Therefore, we can conclude that there is no such language $L$.
- Prove or disprove the following claims. $(L_1 \cup L_2)^R = L_1^R\cup L_2^R$ for all languages $L_1$ and $L_2.$
Proof. To prove equality, we first prove that i) $(L_1 \cup L_2)^R \subseteq L_1^R\cup L_2^R$ and then prove that ii) $L_1^R\cup L_2^R \subseteq (L_1 \cup L_2)^R$.
i) Consider a string $w \in (L_1 \cup L_2)^R$. Since $w \in (L_1 \cup L_2)^R$, $w^R \in L_1 \cup L_2$. This, in turn, implies that $w^R$ is either in $L_1$ or $L_2$. Since $w^R \in L_1$ or $w^R \in L_2$, it is immediate that $w \in L_1^R$ or $w \in L_2^R$, and thus, $w \in L_1^R \cup L_2^R$. Since we have proved that every string $w$ in $(L_1 \cup L_2)^R$ also exists in $L_1^R \cup L_2^R$, we conclude that $(L_1 \cup L_2)^R \subseteq L_1^R\cup L_2^R$ holds.
ii) Consider a string $w \in L_1^R \cup L_2^R$. Then, $w$ exists either in $L_1^R$ or $L_2^R$. This implies that either $w^R \in L_1$ or $w^R \in L_2$ holds.

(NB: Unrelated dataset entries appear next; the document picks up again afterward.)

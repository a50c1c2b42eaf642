"""keepset's fast selection must give what a full sort gives: compared with the plain reference
in sampling_reference.py on thousands of random rows (hypothesis plus a seeded sweep)."""

from __future__ import annotations

from typing import Any

import numpy as np
from hypothesis import HealthCheck, given, settings
from hypothesis import strategies as st
from sampling_reference import reference_row

from service.sampling import (
    StepPick,
    StepPicker,
    compiled,
    final_distribution,
    kernel_available,
    parse_chain,
    pick,
)

# Every row is checked on both paths; without numba the suite must say so, not pass quietly.
assert kernel_available(), "the compiled kernel needs numba (pip install -e '.[test]')"
KERNELS = ("compiled", "numpy")

ROWS_CHECKED = {"hypothesis": 0, "sweep": 0, "ambiguous": 0, "kernel_cut": 0}


def _stage(draw: Any, vocab: int) -> dict[str, Any]:
    method = draw(
        st.sampled_from(
            [
                "temperature",
                "repetition_penalty",
                "occurrence_penalty",
                "token_bias",
                "ban",
                "top_k",
                "top_p",
                "typical",
                "min_p",
                "epsilon",
                "eta",
                "greedy",
            ]
        )
    )
    unit = st.floats(0.01, 1.0)
    if method == "temperature":
        return {method: draw(st.sampled_from([0.05, 0.5, 0.8, 1.0, 1.5, 3.0]))}
    if method == "repetition_penalty":
        return {method: {"factor": draw(st.floats(1.0, 3.0)), "window": draw(st.integers(1, 8))}}
    if method == "occurrence_penalty":
        return {method: {"per_use": draw(st.floats(0, 2)), "present": draw(st.floats(0, 2))}}
    if method == "token_bias":
        ids = draw(st.lists(st.integers(0, vocab - 1), min_size=1, max_size=3, unique=True))
        return {method: {i: draw(st.integers(-20, 20)) / 4 for i in ids}}
    if method == "ban":
        return {method: draw(st.lists(st.integers(0, vocab - 1), min_size=1, max_size=4))}
    if method == "top_k":
        return {method: draw(st.integers(1, max(1, vocab + 2)))}
    if method in ("top_p", "typical", "min_p"):
        return {method: draw(st.one_of(unit, st.sampled_from([0.5, 0.9, 0.95, 1.0])))}
    if method in ("epsilon", "eta"):
        return {method: draw(st.floats(1e-5, 0.5))}
    return {"greedy": True}


@st.composite
def cases(draw: Any) -> tuple[list[dict[str, Any]], int, np.ndarray, list[list[int]]]:
    # The last range straddles the one-row path's switch from a dense start to lazy narrowing.
    vocab = draw(
        st.one_of(
            st.integers(2, 64),
            st.integers(65, 2000),
            st.integers(4097, 12000),
            st.integers(16_000, 17_000),
        )
    )
    rows = draw(st.integers(1, 8))
    seed = draw(st.integers(0, 2**32 - 1))
    kind = draw(st.sampled_from(["normal", "quantised", "peaky", "flat", "masked"]))
    rng = np.random.default_rng(seed)
    scale = draw(st.sampled_from([0.1, 1.0, 3.0, 8.0]))
    x = rng.standard_normal((rows, vocab)) * scale
    if kind == "quantised":  # exact ties everywhere
        x = np.round(x * 2) / 2
    elif kind == "peaky":
        x[np.arange(rows), rng.integers(0, vocab, rows)] += 25.0
    elif kind == "flat":
        x = np.zeros((rows, vocab))
    elif kind == "masked":
        x[rng.random((rows, vocab)) < 0.6] = -np.inf
        x[:, rng.integers(0, vocab)] = 0.0  # keep every row with one finite entry
    stages = [_stage(draw, vocab) for _ in range(draw(st.integers(1, 4)))]
    min_keep = draw(st.sampled_from([1, 1, 2, 3]))
    # Up to 12 ids: longer than most windows drawn above, so windows do cut the history.
    history = [list(rng.integers(0, vocab, draw(st.integers(0, 12)))) for _ in range(rows)]
    return stages, min_keep, x.astype(np.float32), history


def _compare(
    stages: list[dict[str, Any]], min_keep: int, x: np.ndarray, history: list[list[int]]
) -> int:
    """Each row against the reference, on both paths (the compiled kernel and numpy), decided
    both within its batch and alone (on the numpy path a single row takes the lean one-row
    path of ``sampling.row``, a batch the batched rules)."""
    chain = parse_chain(stages, min_keep=min_keep)
    wants = [reference_row(stages, min_keep, x[b], history[b]) for b in range(x.shape[0])]
    tokens = {}
    for kernel in KERNELS:
        got = final_distribution(chain, x, history=history, kernel=kernel)
        out = pick(chain, x, seed=3, history=history, kernel=kernel)
        tokens[kernel] = out.tokens
        for b, (want, reason, ambiguous) in enumerate(wants):
            alone = final_distribution(chain, x[b], history=[history[b]], kernel=kernel)[0]
            alone_out = pick(
                chain, x[b], seed=3, history=[history[b]], first_stream=b, kernel=kernel
            )
            assert out.fallback[b] == reason and alone_out.fallback[0] == reason
            # The prompt path's prepared picker: the same row, the same numbers.
            stepped = StepPicker(chain, x.shape[1], 3, kernel=kernel)(x[b], history[b], b)
            assert stepped == StepPick(
                int(alone_out.tokens[0]),
                int(alone_out.kept[0]),
                float(alone_out.kept_mass[0]),
                float(alone_out.entropy[0]),
                float(alone_out.prob[0]),
                float(alone_out.logprob[0]),
                alone_out.fallback[0],
            )
            if ambiguous:
                continue
            assert want[out.tokens[b]] > 0, f"{kernel}: drawn token outside the reference set"
            assert want[alone_out.tokens[0]] > 0, f"{kernel}: drawn token outside the set"
            for dist in (got[b], alone):
                np.testing.assert_array_equal(np.flatnonzero(dist), np.flatnonzero(want))
                np.testing.assert_allclose(dist, want, atol=1e-6, rtol=0)
    # A replay must not depend on whether numba is installed: both paths draw the same token
    # (the two compute the final probabilities in a different order, so they could part only
    # where a uniform falls within rounding of a cumulative boundary).
    np.testing.assert_array_equal(tokens["compiled"], tokens["numpy"])
    ROWS_CHECKED["ambiguous"] += sum(ambiguous for _, _, ambiguous in wants)
    if compiled.plan_for(chain) is not None:
        ROWS_CHECKED["kernel_cut"] += x.shape[0]
    return x.shape[0]


# derandomize: CI runs the same examples every time; change the seed source to explore more.
@settings(
    max_examples=800,
    deadline=None,
    derandomize=True,
    suppress_health_check=[HealthCheck.too_slow],
)
@given(cases())
def test_matches_sort_reference_on_random_rows(case: Any) -> None:
    ROWS_CHECKED["hypothesis"] += _compare(*case)


SWEEP_CHAINS: list[list[dict[str, Any]]] = [
    [{"temperature": 0.8}, {"top_k": 50}, {"top_p": 0.9}, {"typical": 0.95}, {"min_p": 0.02}],
    [{"top_k": 1}],
    [{"top_k": 200}],
    [{"top_p": 0.5}],
    [{"top_p": 0.99}],
    [{"typical": 0.2}],
    [{"typical": 0.9}],
    [{"min_p": 0.05}],
    [{"min_p": 0.3}],
    [{"epsilon": 3e-4}],
    [{"eta": 3e-4}],
    [{"greedy": True}],
    [{"repetition_penalty": {"factor": 1.3, "window": 16}}, {"temperature": 0.7}, {"top_k": 40}],
    [{"ban": [0, 1, 2]}, {"token_bias": {3: 4.0}}, {"min_p": 0.1}],
    [{"temperature": 1.3}, {"min_p": 0.05}, {"top_p": 0.8}],
]


def test_sweep_over_large_vocabularies() -> None:
    """Seeded rows at vocabulary sizes where the threshold shortcuts are active."""
    rng = np.random.default_rng(20240611)
    for vocab in (5000, 20000, 50000):
        for stages in SWEEP_CHAINS:
            for kind in ("normal", "quantised", "peaky"):
                x = rng.standard_normal((4, vocab)) * 3
                if kind == "quantised":
                    x = np.round(x)
                elif kind == "peaky":
                    x[:, rng.integers(0, vocab, 4)] += 15
                history = [list(rng.integers(0, vocab, 20)) for _ in range(4)]
                ROWS_CHECKED["sweep"] += _compare(stages, 1, x.astype(np.float32), history)


def test_report_row_count() -> None:
    # Runs last in this file: the exactness tests above must have covered thousands of rows.
    total = ROWS_CHECKED["hypothesis"] + ROWS_CHECKED["sweep"]
    print(f"\nexactness rows: {ROWS_CHECKED}")
    assert total >= 2000, ROWS_CHECKED
    # Flat and quantised rows put many cumulative sums exactly on a threshold; keep that a minority.
    assert ROWS_CHECKED["ambiguous"] < 0.1 * total
    # The kernel cuts rows for chains whose first truncation ranks; a good share must be those.
    assert ROWS_CHECKED["kernel_cut"] > 0.2 * total, ROWS_CHECKED


def test_step_picker_equals_pick_over_a_long_continuation() -> None:
    """A prompt's picks one step after another: histories that outgrow the picker's reused
    arrays, penalties over the whole history and over a window, and a row the kernel hands
    back (a NaN entry: the fallback decides it)."""
    rng = np.random.default_rng(11)
    vocab = 4096
    chains = [
        [{"repetition_penalty": {"factor": 1.3}}, {"temperature": 0.9}, {"top_k": 200}],
        [
            {"occurrence_penalty": {"per_use": 0.4, "present": 0.2, "window": 32}},
            {"top_k": 100},
            {"typical": 0.9},
        ],
        [{"top_p": 0.9}],  # the numpy path throughout
    ]
    for stages in chains:
        chain = parse_chain(stages, min_keep=2)
        for kernel in KERNELS:
            picker = StepPicker(chain, vocab, 5, kernel=kernel)
            history = [int(t) for t in rng.integers(0, vocab, 50)]
            for step in range(150):
                row = (rng.standard_normal(vocab) * 3).astype(np.float32)
                if step == 70:
                    row[9] = np.nan
                want = pick(chain, row, 5, [history], first_stream=step, kernel=kernel)
                got = picker(row, history, step)
                assert got.token == want.tokens[0] and got.kept == want.kept[0]
                assert got.fallback == want.fallback[0]
                assert (got.kept_mass, got.prob, got.logprob) == (
                    want.kept_mass[0],
                    want.prob[0],
                    want.logprob[0],
                )
                assert got.entropy == want.entropy[0] or np.isnan(want.entropy[0])
                if step == 100:  # a float64 and a strided row: converted, not refused
                    for other in (row.astype(np.float64), np.repeat(row, 2)[::2]):
                        assert picker(other, history, step) == got
                history.append(got.token)


def test_edits_that_overlap_within_and_across_stages() -> None:
    """Edit stages meeting on the same ids: a ban of a biased id, penalties on banned and
    biased ids, a temperature between edits; then a ban of 2 000 ids beside a penalty over a
    long history (the kernel merges each stage's edits into those before it). Worked against
    the sort reference."""
    rng = np.random.default_rng(23)
    small: list[dict[str, Any]] = [
        {"token_bias": {3: 2.5, 7: 2.0, 20: -1.0}},
        {"ban": [7, 11]},
        {"repetition_penalty": {"factor": 1.4}},
        {"temperature": 0.7},
        {"occurrence_penalty": {"per_use": 0.3, "present": 0.1, "window": 5}},
        {"top_k": 6},
    ]
    history = [[3, 7, 11, 3, 20, 5], [11, 11, 3], [], [20, 3, 7, 7, 7, 1, 2]]
    x = (rng.standard_normal((4, 40)) * 2).astype(np.float32)
    assert compiled.plan_for(parse_chain(small)) is not None
    assert _compare(small, 1, x, history) == 4
    vocab = 8000
    banned = sorted(int(t) for t in rng.permutation(vocab)[:2000])
    large: list[dict[str, Any]] = [
        {"ban": banned},
        {"repetition_penalty": {"factor": 1.3}},
        {"temperature": 0.9},
        {"top_k": 40},
    ]
    long_history = [[int(t) for t in rng.integers(0, vocab, 600)] for _ in range(3)]
    x = (rng.standard_normal((3, vocab)) * 3).astype(np.float32)
    assert _compare(large, 2, x, long_history) == 3


def test_largest_float64_values_as_a_stable_sort_ranks_them() -> None:
    """The kernel's top-m mask of float64 working logits against a stable sort by decreasing
    value (numpy's argsort, kind="stable"): values that round to the same float32 (the kernel
    ranks float32 roundings first, then the values tied there), signed zeros and values that
    round to zero, exact ties, infinities, and every m."""
    kernel = compiled.kernel
    rng = np.random.default_rng(41)
    base = rng.standard_normal(60) * 4
    # Neighbours within float32's rounding of one another, and repeats.
    near = base[:10] * (1 + rng.integers(1, 50, 10) * 2.0**-52)
    tiny = np.array([0.0, -0.0, 1e-50, -1e-50, 1e-300, 0.0])
    wide = np.array([np.inf, -np.inf, 1e300, -1e300, 3.5, 3.5])
    for values in (np.concatenate([base, near, base[:5], tiny, wide]), np.round(base * 2) / 2):
        rng.shuffle(values)
        order = np.argsort(-values, kind="stable")
        for m in range(1, values.size):
            mask = kernel._largest(values, m)
            assert np.array_equal(np.flatnonzero(mask), np.sort(order[:m])), m


def test_stable_order_is_numpys_stable_argsort() -> None:
    """The kernel's radix ordering (typical and top_p prefixes) against numpy's
    ``argsort(kind="stable")``: sizes on both sides of the merge-sort cut-over, exact ties,
    signed zeros, infinities, NaN, keys that differ only below their top 32 bits (the
    insertion pass), and a long run of those (past its bound, the merge sort)."""
    kernel = compiled.kernel
    rng = np.random.default_rng(43)
    cases = []
    for n in (1, 2, kernel._RADIX_FROM - 1, kernel._RADIX_FROM, 200, 1000):
        cases += [
            rng.standard_normal(n) * 3,
            np.abs(rng.standard_normal(n)),
            rng.integers(-3, 4, n).astype(np.float64),
            rng.choice([0.0, -0.0, 1.0, -1.0], n),
            rng.choice([np.inf, -np.inf, 5e-324, -5e-324, 1e300, 0.0, -0.0], n),
            1.0 + rng.integers(0, 8, n) * 2.0**-40,  # equal in the top 32 bits, a few apart
            1.0 + rng.permutation(n) * 2.0**-45,  # all equal there: past the bound
        ]
    with_nan = rng.standard_normal(300)
    with_nan[[3, 100, 299]] = np.nan
    cases.append(with_nan)
    for key in cases:
        assert np.array_equal(kernel.stable_order(key), np.argsort(key, kind="stable")), key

In other words, $w^R \in L_1 \cup L_2$. From $w^R \in L_1 \cup L_2$, it is immediate that $w \in (L_1 \cup L_2)^R$. Therefore, we have proved that $L_1^R\cup L_2^R \subseteq (L_1 \cup L_2)^R$ also holds.
Since we have proved both directions of the statement, we have proved that $(L_1 \cup L_2)^R = L_1^R\cup L_2^R$ for all languages $L_1$ and $L_2.$